Stored items:
####
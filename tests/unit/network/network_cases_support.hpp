#pragma once

#include <string>

namespace stillzone::testing {

/// A digester with every kind of flow (invented): a feed on a schedule and one on none, a share and
/// a rest, a bypass, one-way flows, recirculation, exchanges with and without schedule, two
/// headspaces, a zone without gas, several outlets, a zone of another temperature.
/// @param kinetics JSON; @param feed_state JSON object; @param run JSON object
[[nodiscard]] std::string every_flow_case(const std::string& kinetics,
                                          const std::string& feed_state, const std::string& run);

/// One tank with a headspace (invented), 3400 m3, fed 170 m3/d.
/// @param schedule of the feed: "" or , "schedule": "name" ; @param schedules JSON object
[[nodiscard]] std::string one_tank_case(const std::string& feed_extra, const std::string& schedules,
                                        const std::string& run);

/// A feed of sewage sludge for ADM1 (Rosen and Jeppsson 2006, rounded).
extern const char* const kSludge;

}  // namespace stillzone::testing
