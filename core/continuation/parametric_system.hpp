#pragma once

#include <span>

#include "core/dae/dae_system.hpp"

namespace stillzone::core {

/// A DAE whose rates depend on one parameter: f(y, p).
class ParametricSystem {
 public:
  ParametricSystem() = default;
  virtual ~ParametricSystem() = default;
  ParametricSystem(const ParametricSystem&) = delete;
  ParametricSystem& operator=(const ParametricSystem&) = delete;

  /// The system at the parameter set last.
  [[nodiscard]] virtual DaeSystem& system() = 0;
  virtual void set_parameter(double p) = 0;
  /// df/dp at y and the parameter set last, size n_unknowns; every entry is written. Exact.
  virtual void parameter_derivative(std::span<const double> y, std::span<double> df) = 0;
};

}  // namespace stillzone::core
####
Exercise directions:
Show every line from the entries above in which "schedules" appears.

Your solution:
/// @param schedule of the feed: "" or , "schedule": "name" ; @param schedules JSON object
[[nodiscard]] std::string one_tank_case(const std::string& feed_extra, const std::string& schedules,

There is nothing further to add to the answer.